Overall, I think, that this proves that Italians, and I am going to say other cultures and countries too (from less personal experience though), care about what they put in their bodies. It is not just on holidays that conversations like the ones described above take place, but rather such conversations are common throughout the day. Eating is important and should not be overlooked. Eating is a time of celebration of one's day, year, life, a celebration of an important or mundane event, a celebration of one another and of oneself. Odd as all of this sounds (potentially), to me these thoughts represent a healthy relationship with food. By contrast, an unhealthy relationship with food, is a non-existent relationship. A relationship of lazy indifference essentially.

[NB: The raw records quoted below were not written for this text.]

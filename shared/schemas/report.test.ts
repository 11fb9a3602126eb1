import { describe, expect, test } from 'vitest';
import { reportQuerySchema, reportRange } from './report';

const NOW = new Date('2026-12-01T05:30:00Z'); // 23:30 on 30 November in Chicago

describe('a report’s filters from its URL', () => {
  test('a bare URL shows the last twelve months to today on the shop’s clock (still 30 November in Chicago)', () => {
    const q = reportQuerySchema.parse({});
    expect(reportRange(q, 'America/Chicago', NOW)).toEqual({ from: '2025-12-01', to: '2026-11-30', by: 'month' });
    expect(reportRange(q, 'UTC', NOW)).toEqual({ from: '2026-01-01', to: '2026-12-01', by: 'month' });
  });

  test('by week: twelve weeks back, from a Monday', () => {
    const q = reportQuerySchema.parse({ by: 'week' });
    // 30 Nov 2026 is a Monday; 84 days before is Monday 7 September.
    expect(reportRange(q, 'America/Chicago', NOW)).toEqual({ from: '2026-09-07', to: '2026-11-30', by: 'week' });
  });

  test('bad days are named, a backwards range is refused, empty fields mean the default', () => {
    expect(reportQuerySchema.safeParse({ from: '2026-02-30' }).error?.issues[0].message).toBe('That day is not on the calendar.');
    expect(reportQuerySchema.safeParse({ to: '30/11/2026' }).error?.issues[0].message).toMatch(/YYYY-MM-DD/);
    expect(reportQuerySchema.safeParse({ by: 'year' }).success).toBe(false);
    expect(reportRange(reportQuerySchema.parse({ from: '2026-12-01', to: '2026-11-01' }), 'UTC', NOW)).toEqual({
      error: 'The range runs backwards: 2026-12-01 is after 2026-11-01.',
    });
    expect(reportQuerySchema.parse({ from: '', to: '', material: '' })).toEqual({ by: 'month', from: undefined, to: undefined, material: undefined });
  });
});
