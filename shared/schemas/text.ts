import { z } from 'zod';

/**
 * Control characters no free text needs: C0 (NUL through US), DEL and C1. Tab, line feed and carriage return are
 * allowed where the text may run over several lines (notes). PostgreSQL refuses NUL in text outright (a 500 before
 * this); the others are invisible, break CSV and PDF output, and are refused too.
 */
const CONTROL_SINGLE_LINE = /[\u0000-\u001F\u007F-\u009F]/;
const CONTROL_MULTI_LINE = /[\u0000-\u0008\u000B\u000C\u000E-\u001F\u007F-\u009F]/;
/** A UTF-16 half with no other half: not a character, and not valid UTF-8 when stored. */
const LONE_SURROGATE = /[\uD800-\uDBFF](?![\uDC00-\uDFFF])|(?<![\uD800-\uDBFF])[\uDC00-\uDFFF]/;

export const CONTROL_CHARACTER_MESSAGE = 'Remove the control character (an invisible character such as NUL) from this text.';

export interface TextOptions {
  /** At most this many characters (after trimming); fields chain their own `.max(n, message)` too. */
  max?: number;
  maxMessage?: string;
  /** At least this many characters (after trimming); 0 allows empty text. */
  min?: number;
  minMessage?: string;
  /** Allows tab and line breaks (notes, reasons). */
  multiline?: boolean;
}

/**
 * The one schema for free text typed by people (names, materials, notes, labels, reasons): trimmed, within its
 * length, and free of control characters, each with a message for the field (422 at the API).
 */
export function text({ max = 100_000, maxMessage, min = 0, minMessage, multiline = false }: TextOptions = {}) {
  const control = multiline ? CONTROL_MULTI_LINE : CONTROL_SINGLE_LINE;
  let schema = z
    .string({ error: 'Enter text here.' })
    .trim()
    .refine((s) => !control.test(s), CONTROL_CHARACTER_MESSAGE)
    .refine((s) => !LONE_SURROGATE.test(s), 'This text holds a broken character; type it again.')
    .max(max, maxMessage ?? `At most ${max.toLocaleString('en-US')} characters.`);
  if (min > 0) schema = schema.min(min, minMessage ?? (min === 1 ? 'This cannot be empty.' : `At least ${min} characters.`));
  return schema;
}

/** True when the text holds a character `text()` refuses (for checks outside a schema). */
export function hasControlCharacter(value: string, multiline = false): boolean {
  return (multiline ? CONTROL_MULTI_LINE : CONTROL_SINGLE_LINE).test(value) || LONE_SURROGATE.test(value);
}
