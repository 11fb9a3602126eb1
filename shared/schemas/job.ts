import { z } from 'zod';

export const JOB_STATUSES = ['quoting', 'won', 'cutting', 'done', 'archived'] as const;
export type JobStatus = (typeof JOB_STATUSES)[number];

export const JOB_STATUS_LABELS: Record<JobStatus, string> = {
  quoting: 'Quoting',
  won: 'Won',
  cutting: 'Cutting',
  done: 'Done',
  archived: 'Archived',
};

export const jobInputSchema = z.object({
  name: z.string().trim().min(1, 'Give the job a name.').max(120, 'Keep the name under 120 characters.'),
  customer: z.string().trim().max(120, 'Keep the customer under 120 characters.').default(''),
  status: z.enum(JOB_STATUSES).default('quoting'),
  dueDate: z.iso.date({ error: 'Use a date like 2027-01-31.' }).nullable().default(null),
  notes: z.string().max(4000, 'Keep notes under 4,000 characters.').default(''),
});
export type JobInput = z.infer<typeof jobInputSchema>;

export const jobPatchSchema = jobInputSchema.partial();
export type JobPatch = z.infer<typeof jobPatchSchema>;

export interface JobSummary {
  id: string;
  name: string;
  customer: string;
  status: JobStatus;
  dueDate: string | null;
  notes: string;
  partCount: number;
  materials: string[];
  createdAt: string;
  updatedAt: string;
}
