import { z } from 'zod';
import { text } from './text';

/**
 * The customer's answer on their quote page: accept with their full name typed and the shop's terms agreed to, or
 * decline, with a reason if they care to give one.
 */
export const quoteAnswerSchema = z.discriminatedUnion(
  'answer',
  [
    z.object({
      answer: z.literal('accept'),
      fullName: text({ min: 2, minMessage: 'Type your full name to accept.', max: 120, maxMessage: 'Keep your name under 120 characters.' }),
      agree: z.literal(true, { error: 'Tick the box to agree to the terms.' }),
    }),
    z.object({
      answer: z.literal('decline'),
      reason: text({ multiline: true, max: 1000, maxMessage: 'Keep the reason under 1,000 characters.' }).default(''),
    }),
  ],
  { error: 'Accept or decline the quote.' },
);

export type QuoteAnswer = z.output<typeof quoteAnswerSchema>;
export type QuoteAnswerInput = z.input<typeof quoteAnswerSchema>;
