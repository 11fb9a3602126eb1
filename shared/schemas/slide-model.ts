import { z } from 'zod';
import { text } from './text';

/**
 * A drawer slide as its maker specifies it, kept per shop in Shop settings. Boxes on the slide are sized from it:
 * the width by the maker's rule, the height by its clearance, the length by the longest length it is made in that
 * fits the opening less its rear clearance. All lengths are mm.
 */
export const SLIDE_MODEL_KINDS = ['undermount', 'side-mount'] as const;
export type SlideModelKind = (typeof SLIDE_MODEL_KINDS)[number];

/**
 * Makers give the width one of two ways: the drawer's inside width (between the sides) or its outside width, each as
 * the opening less a fixed amount.
 */
export const SLIDE_WIDTH_RULES = ['inside', 'outside'] as const;
export type SlideWidthRule = (typeof SLIDE_WIDTH_RULES)[number];

/** Sides thicker than the model allows by more than this are refused (16 mm sides on a ⅝″ slide are fine). */
export const SLIDE_SIDE_TOLERANCE_MM = 0.15;

const mm = (what: string, min: number, max: number) =>
  z
    .number({ error: `${what} must be a length in mm.` })
    .finite(`${what} must be a finite length.`)
    .min(min, min === 0 ? `${what} cannot be negative.` : `${what} must be at least ${min} mm.`)
    .max(max, `${what} over ${max} mm looks like a slipped unit.`);

export const slideModelSchema = z.object({
  kind: z.enum(SLIDE_MODEL_KINDS, { error: 'The kind is "undermount" or "side-mount".' }),
  name: text().min(1, 'Name the slide model.').max(80, 'At most 80 characters.'),
  /** The lengths the slide is made in; a box on it is as long as its slide. */
  lengths: z
    .array(mm('A slide length', 100, 1500))
    .min(1, 'Give at least one length the slide is made in.')
    .max(30, 'At most 30 lengths.')
    .transform((lengths) => [...lengths].sort((a, b) => a - b))
    .refine((lengths) => lengths.every((l, i) => i === 0 || l - lengths[i - 1] > 0.01), 'Give each length once.'),
  widthRule: z.enum(SLIDE_WIDTH_RULES, { error: 'The width rule is "inside" or "outside".' }),
  /** Inside rule: inside width = opening − this. Outside rule: box width = opening − this. */
  widthDeduction: mm('The width deduction', 0, 150),
  /** The thickest drawer side the slide is made for; null when the maker sets none. */
  maxSideThickness: mm('The thickest side', 3, 50).nullable().default(null),
  /** Undermount: how far the bottom's underside sits above the sides' bottom edge, at least. */
  bottomRecess: mm('The bottom recess', 0, 50).default(0),
  /** Opening height − box height. */
  heightClearance: mm('The height clearance', 0, 150),
  /** Room the slide needs behind its length: it fits when its length ≤ opening depth − this. */
  rearClearance: mm('The rear clearance', 0, 150),
});

export type SlideModel = z.output<typeof slideModelSchema>;
export type SlideModelInput = z.input<typeof slideModelSchema>;

/**
 * The model as a drawer schedule carries it: its whole rule, so a saved schedule sizes the same after the shop edits
 * or deletes the model; `id` names the model it came from.
 */
export const slideModelRuleSchema = slideModelSchema.extend({ id: z.uuid().optional() });
export type SlideModelRule = z.output<typeof slideModelRuleSchema>;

Maybe it is not yet clear why a seemingly obsessive relationship with food is being described as healthy, and a non-obsessive relationship by contrast is being described as unhealthy. Well, it is because of the very specific consequences that I believe follow from an indifferent relationship with food. Caring about food, goes beyond simply debating what you will eat, but encompasses the overall attitude that this meal is going to be the best that in can be, in either its complexity or in its simplicity, and this includes, by default, caring about the ingredients, where they are produced, how they are produced. Italians in general are very skeptical of food produced outside of Italy, because to them, Italian produced products are the best, and will lead to the best food, and this is a healthy thing -- for the person, the country, and the environment.

Rather, an attitude of indifference reigns supreme from start to finish in the U.S., including indifference to the ingredients and the preparation. Essentially, many meals in the U.S. serve the direct purpose of providing necessary (and unnecessary) calories to survive, and little else. These meals are far from memorable, in addition to being prepared with little care and questionable, in every sense of the word, ingredients.

To me, it certainly seems that human nature has utilized food to serve other essential purposes, such as connecting and community, and when food fails to provide such things, it leaves the person "hungry" for more, and every meal that fails to satisfy these extra-essential needs, leaves a person "hungry" and "empty." In many of the great food cultures of the world, people don't eat fast food because they care too much to essentially throw a meal down the proverbial drain. Food has come to stand for so much more than simply something necessary to survive, and in fighting this inclination that has developed over the past 2,000 years, we have developed an indifferent, unhealthy relationship to food.

This is a very dangerous notion, as can be seen by the current obesity, diabetes, and heart disease trends in the U.S., and other countries that have adopted similar ideals and notions of food. When a culture embraces indifference and tasteless mediocrity, it signifies a great shift in eating attitude that is now becoming widely accepted. Essentially, that the cost of a restaurant meal should be reflected in sheer quantity of food, rather than in quality of preparation and of ingredients. Americans, in general, spend much less on food than most of their European counterparts, and yet, ironically spend much, much more on health care. To me, it is rather obvious that these two issues are linked. Indifference to what we eat (and how we eat) is indifference to our own health.

This is why I am advocating that we should all live to eat, rather than simply eat to live, because according to one Italian proverb "at the table one never grows old," and quite simply this is a table I want to eat at.